Centricular

Expertise, Straight from the Source



« Back

Devlog

Posts tagged with #audio

Icecast is a Free and Open Source multimedia streaming server, primarily used for audio and radio streaming over HTTP(S).

In GStreamer you can send an audio stream to such a server with the shout2send sink element based on libshout2.

This works perfectly fine, but has one limitation: it does not support the AAC audio codec, which for some use cases and target systems is the preferred audio codec. This is because libshout2 does not support it and will not support it, at least not officially upstream.

Some streaming servers such as the Rocket Streaming Audio Server (RSAS) do support this though, and as such it would be nice to be able to send streams to them in AAC format as well.

Enter icecastsink, which is a new sink element written in Rust to send audio to an Icecast server.

It supports sending AAC audio in addition to Ogg/Vorbis, Ogg/Opus, FLAC and MP3, and also has support for automatic re-connect in case the server kicks off the client, which might happen if the client doesn't send data for a while.

Give it a spin and let us know how it goes!



Audio source separation describes the process of splitting an already mixed audio stream into its individual, logical sources. For example, splitting a song into separate streams for its individual instruments and vocals. This can be used for example for karaoke, music practice, or isolating the speaker from background noise for easier understanding by humans or improving results of speech-to-text processing.

Starting with GStreamer 1.28.0 an element for this purpose will be included. It is based on the Python/pytorch implementation of demucs and comes with various pre-trained models with different performance and accuracy characteristics, as well as which different sets of sources they can separate. CPU-based processing is generally multiple times real-time on modern CPUs (around 8x on mine) but GPU-based processing via pytorch is also possible.

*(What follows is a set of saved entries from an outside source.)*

//! The double-slope basin still as a thermal network: two cover faces of equal tilt facing
//! opposite ways over one basin. No solver code here.
//!
//! Nodes: near face ("cover", the face whose azimuth the design gives), far face
//! ("far cover"), brine (water node), liner, and — unless wall interception and side losses
//! are both off — the inner walls (side walls and gable ends). Boundaries: ambient air, sky,
//! ground.
//!
//! How the brine shares itself between the faces (a stated rule, no source): each face
//! spans half the basin in plan, so the brine exchanges heat and vapour with each face over
//! half the evaporating area, through its own enclosure link driven by that face's own
//! temperature. The cooler (shaded) face then draws the larger share by itself, since the
//! convective and evaporative fluxes grow with the brine-to-face difference. Long-wave
//! radiation likewise goes half to each face.

use super::materials::Materials;
use std::sync::Arc;

use super::single_slope::{
    CONCRETE_CONDUCTIVITY_W_M_K, CONCRETE_VOLUMETRIC_HEAT_J_M3_K, COVER_VOLUMETRIC_HEAT_J_M3_K,
    LINER_TO_BRINE_W_M2_K, MIN_COVER_HEIGHT_M, STEEL_VOLUMETRIC_HEAT_J_M3_K,
    WALL_TO_COVER_CONVECTION_W_M2_K, WALL_TO_COVER_VIEW, WATER_EMISSIVITY, base_u_w_m2_k,
    cover_outside_coefficient_w_m2_k, enclosure_air, internal_correlation, net_error,
    sky_temperature_k,
};
use super::sunlight::{
    Enclosure, GableSection, InsideShares, OpticsSwitches, StillOptics, SunlightSplit,
    gable_beam_shares, gable_diffuse_shares,
};
use super::{Basin, HourContext, KindDetails, StillModel};
use crate::climate::Plane;
use crate::design::{
    BasinKind, Condensate, DEFAULT_SOILING_TRANSMITTANCE, DoubleSlope, Library, LossSwitches,
    Variant,
};
use crate::error::Error;
use crate::network::{
    BoundaryId, CorrelationEnclosure, Inputs, LinkId, LossPath, Network, NetworkBuilder,
    NetworkError, NodeId, State,
};
use crate::physics::heat_transfer::conduction_layers_u_w_m2_k;
use crate::physics::optics::effective_emissivity_parallel;

/// A double-slope basin still, built and ready to run.
#[derive(Debug, Clone)]
pub struct DoubleSlopeStill {
    net: Network,
    covers: [NodeId; 2],
    brine: NodeId,
    liner: NodeId,
    walls: Option<NodeId>,
    air: BoundaryId,
    sky: BoundaryId,
    ground: BoundaryId,
    cover_to_air: [LinkId; 2],
    side_links: Vec<(LinkId, f64)>,
    side_layers: Vec<(f64, f64)>,
    optics: [StillOptics; 2],
    section: GableSection,
    face_area_m2: f64,
    footprint_m2: f64,
    tilt_rad: f64,
    planes: [Plane; 2],
    cover_height_m: f64,
    plate_length_m: f64,
    set_brine_kg: f64,
    switches: LossSwitches,
    details: KindDetails,
}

The element itself is part of the GStreamer Rust plugins and can either run demucs locally in-process using an embedded Python interpreter via pyo3, or via a small Python service over WebSockets that can run either locally or remotely (e.g. for thin clients). The used model, and chunk size and overlap between chunks can be configured. Chunk size and overlap provide control over the introduced latency (lower values give lower latency) and quality (higher values give better quality).

The separate sources are provided on individual source pads of the element and it effectively behaves like a demuxer. A pipeline for karaoke would for example look as follows:

gst-launch-1.0 uridecodebin uri=file:///path/to/music/file ! audioconvert ! tee name=t ! \
  queue max-size-time=0 max-size-bytes=0 max-size-buffers=2 ! demucs name=demucs model-name=htdemucs \
  demucs.src_vocals ! queue ! audioamplify amplification=-1 ! mixer.sink_0 \
  t. ! queue max-size-time=9000000000 max-size-bytes=0 max-size-buffers=0 ! mixer.sink_1 \
  audiomixer name=mixer ! audioconvert ! autoaudiosink

This takes an URI to a music file, passes that through the demucs element for extracting the vocals, then takes the original input via a tee and subtracts the vocals from it by first inverting all samples of the vocals stream with the audioamplify element and then mixing it with the original input with an audiomixer.

I also did a lightning talk about this at the GStreamer conference this year.



Over the past few years, we've been slowly working on improving the platform-specific plugins for Windows, macOS, iOS, and Android, and making them work as well as the equivalent plugins on Linux. In this episode, we will look at audio device switching in the source and sink elements on macOS and Windows.

On Linux, if you're using the PulseAudio elements (both with the PulseAudio daemon and PipeWire), you get perfect device switching: quick, seamless, easy, and reliable. Simply set the device property whenever you want and you're off to the races. If the device gets unplugged, the pipeline will continue, and you will get notified of the unplug via the GST_MESSAGE_DEVICE_REMOVED bus message from GstDeviceMonitor so you can change the device.

As of a few weeks ago, the Windows Audio plugin wasapi2 implements the same behaviour. All you have to do is set the device property to whatever device you want (fetched using the GstDeviceMonitor API), at any time.

A merge request is open for adding the same feature to the macOS audio plugin, and is expected to be merged soon.

For graceful error handling, such as accidental device unplug or other unexpected errors, there's a new continue-on-error property. Setting that will cause the source to output silence after unplug, whereas the sink will simply discard the buffers. An element warning will be emitted to notify the app (alongside the GST_MESSAGE_DEVICE_REMOVED bus message if there was a hardware unplug), and the app can switch the device by setting the device property.

Thanks to Seungha and Piotr for working on this!